Белая сирень
Шрифт:
Софа разметалась по постели, спит тревожным сном.
Васильевна на коленях перед мерцающими лампадками киота. Тускло поблескивает золото икон.
Васильевна (молится). Господи, пошли победу русскому оружию! Спаси мать нашу Россию!
Камера
Проснувшаяся Наталья недвижно сидит в кресле.
Ирина подходит к окну в библиотеке и слышит музыку, как бы льющуюся из сада.
Софа проснулась в своей кровати, протирает глаза. Музыка входит в нее. Эту минуту она не забудет никогда.
Васильевна с широко раскрытыми глазами уставилась в икону, потрясенная, как будто бы услышала глас Божий…
В студии Рахманинов обрушивает всю мощь своих рук на освещенную луной клавиатуру рояля. В лунном свете его лицо кажется высеченным из мрамора.
И вместе с обвалом музыкальных аккордов идет обвал образов войны. Взрывы, горящие самолеты, падающие в бою солдаты… Немецкие танки, несущиеся по несжатому хлебному полю, бесконечная вереница беженцев.
Плачущий ребенок. Повешение партизана. И вот уже снег падает на черно-обуглившееся пепелище деревни.
Парад Красной Армии в Москве. Осажденный Ленинград. Горящие здания на Невском проспекте… Голодающие вокруг замерзшего трупа лошади. Двое детей тащат санки с трупом матери. Мальчик и девочка. Девочке 5 лет. На исхудавшем до прозрачности личике — огромные, полные скорби глаза.
Среди черных стволов желтеет огонек в окошке заваленной снегом избы. Человек, споткнувшись, из последних сил доползает до дверей избы, стучит. Дверь открывается.

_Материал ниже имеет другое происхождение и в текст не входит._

/**
 * rms linear matter fluctuation in a rectangular box (a survey field's comoving volume).
 *
 *     sigma^2 = ∫ d^3k / (2 pi)^3  P(|k|, z) |W(k)|^2,   W(k) = Π_i sinc(k_i L_i / 2),
 *
 * sides L_i in comoving Mpc, P in Mpc^3 (src/uncertainty/power-spectrum.ts). This is the
 * variance of the mean density contrast in the box (common practice; e.g. Newman & Davis 2002,
 * ApJ 564, 567, and Trenti & Stiavelli 2008, ApJ 676, 767, use the same box window for pencil
 * beams). P depends only on |k|, so the integrand is even in every k_i:
 *
 *     sigma^2 = (1/pi^3) ∫_0^∞∫_0^∞∫_0^∞ P Π sinc^2(k_i L_i / 2) dk
 *             = 8 / (pi^3 V) ∫ d^3u  P(sqrt(Σ (2 u_i / L_i)^2)) Π sinc^2(u_i),   u_i = k_i L_i / 2.
 *
 * Fast method (boxSigma): a product rule built from one 1-D rule per axis for the weight
 * sinc^2(u) on [0, ∞):
 *   - Gauss-Legendre panels on the first lobes [j pi, (j+1) pi] (the first lobe split at pi/4
 *     to resolve the small-u behaviour that the other axes induce), and
 *   - beyond N pi, the averaged weight <sin^2> = 1/2, i.e. ∫ f(u) / (2 u^2) du, integrated in
 *     t = 1/u by Gauss-Legendre on geometric panels (so that features at any large u, such as the
 *     transverse scale seen along a long radial axis, are resolved); the tail weights are rescaled
 *     so that the rule integrates sinc^2 exactly, which removes the leading error -f/(4 (N pi)^3)
 *     of the averaging.
 * The axes are ordered so that the longest side is innermost. Cost: (nodes per axis)^2 times the
 * number of ln K table points, evaluations of P from the interpolation table (the double sum
 * halved when the two shorter sides are equal); a box already computed with the default rules is
 * read back (sigma at z = 0 by spectrum and sides), and the per-axis rules are kept by side; accuracy ~1e-4 against a
 * brute-force reference (a direct triple sum over a much finer tensor product with the exact
 * transfer function, test/reference/generate/box_sigma.py) for cubes, pencils (5 x 5 x 1000 Mpc),
 * slabs and the full (oscillating) form (see test/uncertainty/window.test.ts).
 */
import type { LinearPower } from './power-spectrum.js';
import { lagrangeCubicAt, lagrangeCubics } from '../numerics/interpolate.js';
import { gaussLegendre } from './quadrature.js';

export interface SincRuleOptions {
  /** Number of sinc^2 lobes [j pi, (j+1) pi] integrated explicitly (default 4). */
  lobes?: number;
  /** Gauss-Legendre points per lobe panel (default 6). */
  pointsPerLobe?: number;
  /**
   * Wavenumber (1/Mpc) down to which the first lobe is graded geometrically, u_g = k_g L / 2
   * (default 1e-3, an order of magnitude below the peak of P(k) near k_eq ~ 0.01/Mpc).
   */
  gradeWavenumber?: number;
  /** Ratio of successive graded panels near u = 0 (default 4). */
  gradeRatio?: number;
  /** Gauss-Legendre points per graded panel (default 4). */
  pointsPerGradedPanel?: number;
  /** Number of geometric panels in t = 1/u for the tail (default 3). */
  tailPanels?: number;
  /** Gauss-Legendre points per tail panel (default 4). */
  pointsPerTailPanel?: number;
  /** Ratio between successive tail panels in t (default 4). */
  tailRatio?: number;
}

/** A 1-D rule: ∫_0^∞ sinc^2(u) f(u) du ≈ Σ_j w_j f(u_j). */
export interface SincRule {
  readonly u: Float64Array;
  readonly w: Float64Array;
}

function sinc2(u: number): number {
  if (u < 1e-4) return 1 - (u * u) / 3;
  const s = Math.sin(u) / u;
  return s * s;
}

const tailScaleCache = new Map<number, number>();

/**
 * Ratio of the exact tail weight ∫_U^∞ sinc^2 = pi/2 - Si(2U) (U = N pi, sin U = 0) to the
 * averaged one 1/(2U); ∫_0^U sinc^2 by 30-point Gauss-Legendre per lobe (~1e-15).
 */
function tailScale(lobes: number): number {
  const cached = tailScaleCache.get(lobes);
  if (cached !== undefined) return cached;
  const U = lobes * Math.PI;
  const glHi = gaussLegendre(30);
  let head = 0;
  for (let j = 0; j < lobes; j++) {
    const c = (j + 0.5) * Math.PI;
    for (let i = 0; i < 30; i++) head += glHi.w[i]! * (Math.PI / 2) * sinc2(c + (Math.PI / 2) * glHi.x[i]!);
  }
  const scale = (Math.PI / 2 - head) * 2 * U;
  tailScaleCache.set(lobes, scale);
  return scale;
}

/**
 * The per-axis rule for the weight sinc^2(u) on [0, ∞), for an axis of length lengthMpc
 * (the grading near u = 0 depends on it): graded Gauss-Legendre panels from u = 0 to pi/4,
 * one panel [pi/4, pi], one per further lobe, and the rescaled averaged tail in t = 1/u.
 */
export function sincSquaredRule(lengthMpc: number, options: SincRuleOptions = {}): SincRule {
  const lobes = options.lobes ?? 4;
  const m = options.pointsPerLobe ?? 6;
  const kg = options.gradeWavenumber ?? 1e-3;
  const gradeRatio = options.gradeRatio ?? 4;
  const mg = options.pointsPerGradedPanel ?? 4;
  const tailPanels = options.tailPanels ?? 3;
  const mt = options.pointsPerTailPanel ?? 4;
  const ratio = options.tailRatio ?? 4;
  if (!(lobes >= 1 && m >= 1 && mg >= 1 && tailPanels >= 1 && mt >= 1 && ratio > 1 && gradeRatio > 1 && kg > 0)) {
    throw new RangeError('sincSquaredRule: bad options');
  }
  const us: number[] = [];
  const ws: number[] = [];
  const addPanel = (a: number, b: number, points: number): void => {
    const gl = gaussLegendre(points);
    const c = 0.5 * (a + b);
    const h = 0.5 * (b - a);
    for (let i = 0; i < points; i++) {
      const u = c + h * gl.x[i]!;
      us.push(u);
      ws.push(gl.w[i]! * h * sinc2(u));
    }
  };
  // Graded panels on [0, pi/4]: [0, u_g], then geometric steps of about gradeRatio up to pi/4.
  const quarter = Math.PI / 4;
  const ug = 0.5 * kg * lengthMpc;
  if (ug < quarter / gradeRatio) {
    const nSteps = Math.ceil(Math.log(quarter / ug) / Math.log(gradeRatio));
    const r = (quarter / ug) ** (1 / nSteps);
    addPanel(0, ug, mg);
    let a = ug;
    for (let j = 0; j < nSteps; j++) {
      const b = j === nSteps - 1 ? quarter : a * r;
      addPanel(a, b, mg);
      a = b;
    }
  } else {
    addPanel(0, quarter, m);
  }
  addPanel(quarter, Math.PI, m);
  for (let j = 1; j < lobes; j++) addPanel(j * Math.PI, (j + 1) * Math.PI, m);
  // Tail: ∫_U^∞ f(u) sin^2(u)/u^2 du ≈ c ∫_0^{1/U} f(1/t) / 2 dt, c rescales to the exact weight.
  const U = lobes * Math.PI;
  const scale = tailScale(lobes);
  const glt = gaussLegendre(mt);
  let tHi = 1 / U;
  for (let j = 0; j < tailPanels; j++) {
    const tLo = j === tailPanels - 1 ? 0 : tHi / ratio;
    const c = 0.5 * (tHi + tLo);
    const h = 0.5 * (tHi - tLo);
    for (let i = 0; i < mt; i++) {
      const t = c + h * glt.x[i]!;
      us.push(1 / t);
      ws.push(glt.w[i]! * h * 0.5 * scale);
    }
    tHi = tLo;
  }
  return { u: Float64Array.from(us), w: Float64Array.from(ws) };
}

function checkSides(sides: readonly number[], who: string): [number, number, number] {
  if (sides.length !== 3) throw new RangeError(`${who}: a box needs three sides, got ${sides.length}`);
  for (const l of sides) {
    if (!(l > 0) || !Number.isFinite(l))
      throw new RangeError(`${who}: every box side must be a positive finite length in Mpc, got ${l}`);
  }
  const s = [...sides].sort((a, b) => a - b);
  return [s[0]!, s[1]!, s[2]!];
}

/**
 * rms linear matter fluctuation sigma in a box of sides [lx, ly, lz] (comoving Mpc) at redshift
 * z, for the given linear power spectrum (fast product rule; see the module comment).
 * Example: a 100 Mpc cube at z = 0 in Planck 2018 (no-wiggle) has sigma ≈ 0.1846.
 */
export function boxSigma(
  power: LinearPower,
  z: number,
  sides: readonly [number, number, number] | readonly number[],
  options: SincRuleOptions = {},
): number {
  const [l1, l2, l3] = checkSides(sides, 'boxSigma');
  const d = power.growth(z);
  const plain = Object.keys(options).length === 0;
  let byPower: Map<string, number> | undefined;
  const key = `${l1} ${l2} ${l3}`;
  if (plain) {
    byPower = boxCache.get(power);
    if (!byPower) boxCache.set(power, (byPower = new Map<string, number>()));
    const s0 = byPower.get(key);
    if (s0 !== undefined) return s0 * d;
  }
  const r1 = plain ? cachedRule(l1) : sincSquaredRule(l1, options);
  const r2 = plain ? cachedRule(l2) : sincSquaredRule(l2, options);
  const r3 = plain ? cachedRule(l3) : sincSquaredRule(l3, options);
  const n1 = r1.u.length;
  const n2 = r2.u.length;
  const n3 = r3.u.length;
  const q1 = new Float64Array(n1);
  const q2 = new Float64Array(n2);
  const q3 = new Float64Array(n3);
  for (let i = 0; i < n1; i++) q1[i] = ((2 * r1.u[i]!) / l1) ** 2;
  for (let i = 0; i < n2; i++) q2[i] = ((2 * r2.u[i]!) / l2) ** 2;
  for (let i = 0; i < n3; i++) q3[i] = ((2 * r3.u[i]!) / l3) ** 2;
  // Inner axis (longest side) summed into I(K) = Σ_c w_c P(K^2 + k_c^2), tabulated in ln K.
  const step = power.form === 'full' ? 0.02 : 0.1;
  // the smallest and largest K^2 = q1_a + q2_b (floating-point sums are monotone in each term)
  const lnKMin = 0.5 * Math.log(extreme(q1, -1) + extreme(q2, -1)) - 2 * step;
  const lnKMax = 0.5 * Math.log(extreme(q1, 1) + extreme(q2, 1)) + 2 * step;
  const nTab = Math.max(4, Math.ceil((lnKMax - lnKMin) / step) + 1);
  const lnI = innerTable(power.powerZ0FromK2, q3, r3.w, lnKMin, step, nTab);
  // Two equal sides: the double sum is symmetric in (a, b); each pair off the diagonal twice.
  const total = pairSum(lnI, lnKMin, step, q1, r1.w, q2, r2.w, l1 === l2);
  const sigma0 = Math.sqrt((8 / (Math.PI ** 3 * l1 * l2 * l3)) * total);
  if (byPower) {
    if (byPower.size >= BOX_CACHE_SIZE) byPower.delete(byPower.keys().next().value!);
    byPower.set(key, sigma0);
  }
  return sigma0 * d;
}

/**
 * The tabulated inner sum: ln I(K) at ln K = lnKMin + g step, g < nTab, with
 * I(K) = Σ_c w_c P(K^2 + q_c) (P at z = 0 from the squared wavenumber, q_c = k_c^2).
 * boxSigma's loops are small functions of their own, so that the engine optimises each quickly
 * (one function holding them all took tens of milliseconds to optimise at start-up).
 */
function innerTable(
  p0: (k2: number) => number,
  q3: Float64Array,
  w3: Float64Array,
  lnKMin: number,
  step: number,
  nTab: number,
): Float64Array {
  const lnI = new Float64Array(nTab);
  for (let g = 0; g < nTab; g++) {
    const s = innerSum(p0, Math.exp(2 * (lnKMin + g * step)), q3, w3);
    lnI[g] = s > 0 ? Math.log(s) : Number.NEGATIVE_INFINITY;
  }
  return lnI;
}

/** Σ_c w_c P(k2 + q_c). */
function innerSum(p0: (k2: number) => number, k2: number, q3: Float64Array, w3: Float64Array): number {
  let s = 0;
  for (let c = 0; c < q3.length; c++) s += w3[c]! * p0(k2 + q3[c]!);
  return s;
}

/**
 * I(K) from the table ln I(lnKMin + g step), g <= last + 2, and its 4-point Lagrange cubics, at
 * ln K = 0.5 ln k2: exp of the cubic through the four nearest nodes. (Plain arguments rather than
 * an object holding the table: the engine then never discards its optimised code over a table's
 * fields.)
 */
function innerAt(
  lnI: Float64Array,
  cubics: Float64Array,
  lnKMin: number,
  step: number,
  last: number,
  k2: number,
): number {
  const x = (0.5 * Math.log(k2) - lnKMin) / step;
  let i = Math.floor(x);
  if (i < 1) i = 1;
  if (i > last) i = last;
  const u = x - i;
  if (lnI[i - 1] === Number.NEGATIVE_INFINITY || lnI[i + 2] === Number.NEGATIVE_INFINITY) {
    // a spectrum that underflows to 0 (only synthetic test spectra do): linear in I, no overshoot
    return Math.exp(Math.log((1 - u) * Math.exp(lnI[i]!) + u * Math.exp(lnI[i + 1]!)));
  }
  return Math.exp(lagrangeCubicAt(cubics, i, u));
}

/**
 * The double sum over the two shorter axes, Σ_a Σ_b w1_a w2_b I(q1_a + q2_b), with I tabulated
 * (innerAt); for two equal axes (one rule, q2 = q1) the diagonal once and each pair off it twice.
 */
function pairSum(
  lnI: Float64Array,
  lnKMin: number,
  step: number,
  q1: Float64Array,
  w1: Float64Array,
  q2: Float64Array,
  w2: Float64Array,
  equal: boolean,
): number {
  const cubics = lagrangeCubics(lnI);
  const last = lnI.length - 3;
  let total = 0;
  for (let a = 0; a < q1.length; a++) {
    const qa = q1[a]!;
    if (equal) {
      const diagonal = 0.5 * w1[a]! * innerAt(lnI, cubics, lnKMin, step, last, qa + qa);
      total += 2 * w1[a]! * rowSum(lnI, cubics, lnKMin, step, last, qa, q1, w1, a + 1, diagonal);
    } else total += w1[a]! * rowSum(lnI, cubics, lnKMin, step, last, qa, q2, w2, 0, 0);
  }
  return total;
}

/** s0 + Σ_{b >= from} w_b I(qa + q_b). */
function rowSum(
  lnI: Float64Array,
  cubics: Float64Array,
  lnKMin: number,
  step: number,
  last: number,
  qa: number,
  q: Float64Array,
  w: Float64Array,
  from: number,
  s0: number,
): number {
  let sb = s0;
  for (let b = from; b < q.length; b++) sb += w[b]! * innerAt(lnI, cubics, lnKMin, step, last, qa + q[b]!);
  return sb;
}

/** The largest (sign 1) or smallest (sign -1) element. */
function extreme(q: Float64Array, sign: 1 | -1): number {
  let m = q[0]!;
  for (let a = 1; a < q.length; a++) if (sign * (q[a]! - m) > 0) m = q[a]!;
  return m;
}

/** sigma at z = 0 of boxes already computed with the default rules, by spectrum and sorted sides. */
const boxCache = new WeakMap<LinearPower, Map<string, number>>();
const BOX_CACHE_SIZE = 512;
/** Per-axis rules with the default options, by side length. */
const ruleCache = new Map<number, SincRule>();

function cachedRule(lengthMpc: number): SincRule {
  let r = ruleCache.get(lengthMpc);
  if (!r) {
    if (ruleCache.size >= BOX_CACHE_SIZE) ruleCache.delete(ruleCache.keys().next().value!);
    ruleCache.set(lengthMpc, (r = sincSquaredRule(lengthMpc)));
  }
  return r;
}

/**
 * sigma for the spherical top-hat of radius rMpc (for comparison with boxes); the same as
 * power.sigmaR(rMpc, z).
 */
export function sphereSigma(power: LinearPower, z: number, rMpc: number): number {
  return power.sigmaR(rMpc, z);
}

/** Radius of the sphere with the volume of the box (Mpc). */
export function equalVolumeRadiusMpc(sides: readonly number[]): number {
  const [a, b, c] = checkSides(sides, 'equalVolumeRadiusMpc');
  return Math.cbrt((3 * a * b * c) / (4 * Math.PI));
}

Человек (хрипло). Пусти погреться, мужик.
Он, обессиленный, рушится на руки хозяина.
Хозяин — лысый старик с длинной бородой — втаскивает пришельца в дымное тепло жилого помещения. В слабом свете керосиновой лампы едва проступают очертания русской печи, стола. Теплится лампадка перед иконой.
Незнакомец. Отогреюсь и пойду.
Старик. Располагайся.
Незнакомец разматывает заиндевевшую мешковину
Иван. Вроде ноги отморозил, ничего не чую.
Заледеневшие руки не слушаются его.
Старик. Дай-ка я тебе помогу.
Иван. Да я сам!
Старик. Да сиди уж!
Старик водружает на нос очки с толстенными стеклами и, нагнувшись, начинает разматывать обутки, сделанные из старой автомобильной покрышки.
Старик. Откуда путь держишь?
Иван. С Прохоровского лагеря.
Старик. Э, брат, ты километров 30 отмахал.
Иван. Заблудился. Да не бойся, актированный я, могу справку показать.
Старик. А по мне, хоть бы и беглый.
Иван всматривается в лицо старика. Лысый череп, нос сливой, на носу перевязанные бечевочкой толстые очки, длинная седая борода — что-то в этих чертах и нам кажется знакомым. Тот наконец развязывает обмотки, смотрит на белые безжизненные пальцы на ноге Ивана.
Старик. Э, брат, почти отморозил. Сейчас тебе надо спиртиком растереть.
Старик открывает тумбочку, вытаскивает оттуда бутылку, наливает спирт в ладонь и растирает, разминает закостеневшую ступню Ивана. Иван не отрываясь смотрит на старика.
Старик (бормочет). Терпи, казак… Я тебе ногу-то разотру, а остальное мы с тобой внутрь пропустим для согревания…
Сморенный спиртом и жарой, Иван в накинутом овчинном полушубке сидит, прислонившись к стене. Старик зашивает дратвой валенок.
Старик. Почти закончил.
Иван (в упор глядит на старика). А ведь я тебя знаю… Ты из Тамбовской губернии. Священник, отец Николай.
Священник. Он самый.
Иван. А меня узнаешь?
Священник (не поднимая глаз от работы). Я тебя давно признал — Иван ты.
Иван. Значит, ты жив.
Священник. Бог милостив. В тюрьме насиделся. В Соловках был. После суда сослали в Сибирь на поселение.
Иван. Ты, зерно, меня спутал с кем. Я — Иван Шаталин. Это ведь я тебя арестовал.
Священник. Узнал, браток, узнал. (Смотрит на подшитый валенок.) В такой обувке тебе и мороз не страшен.
Запавшие глаза Ивана блестят недобрым огнем.
Иван. Ты что, дед, на меня и зла не держишь?
Священник. За что?
Иван. За что?.. За то, что я тебя в тюрьму упрятал, жизнь искалечил.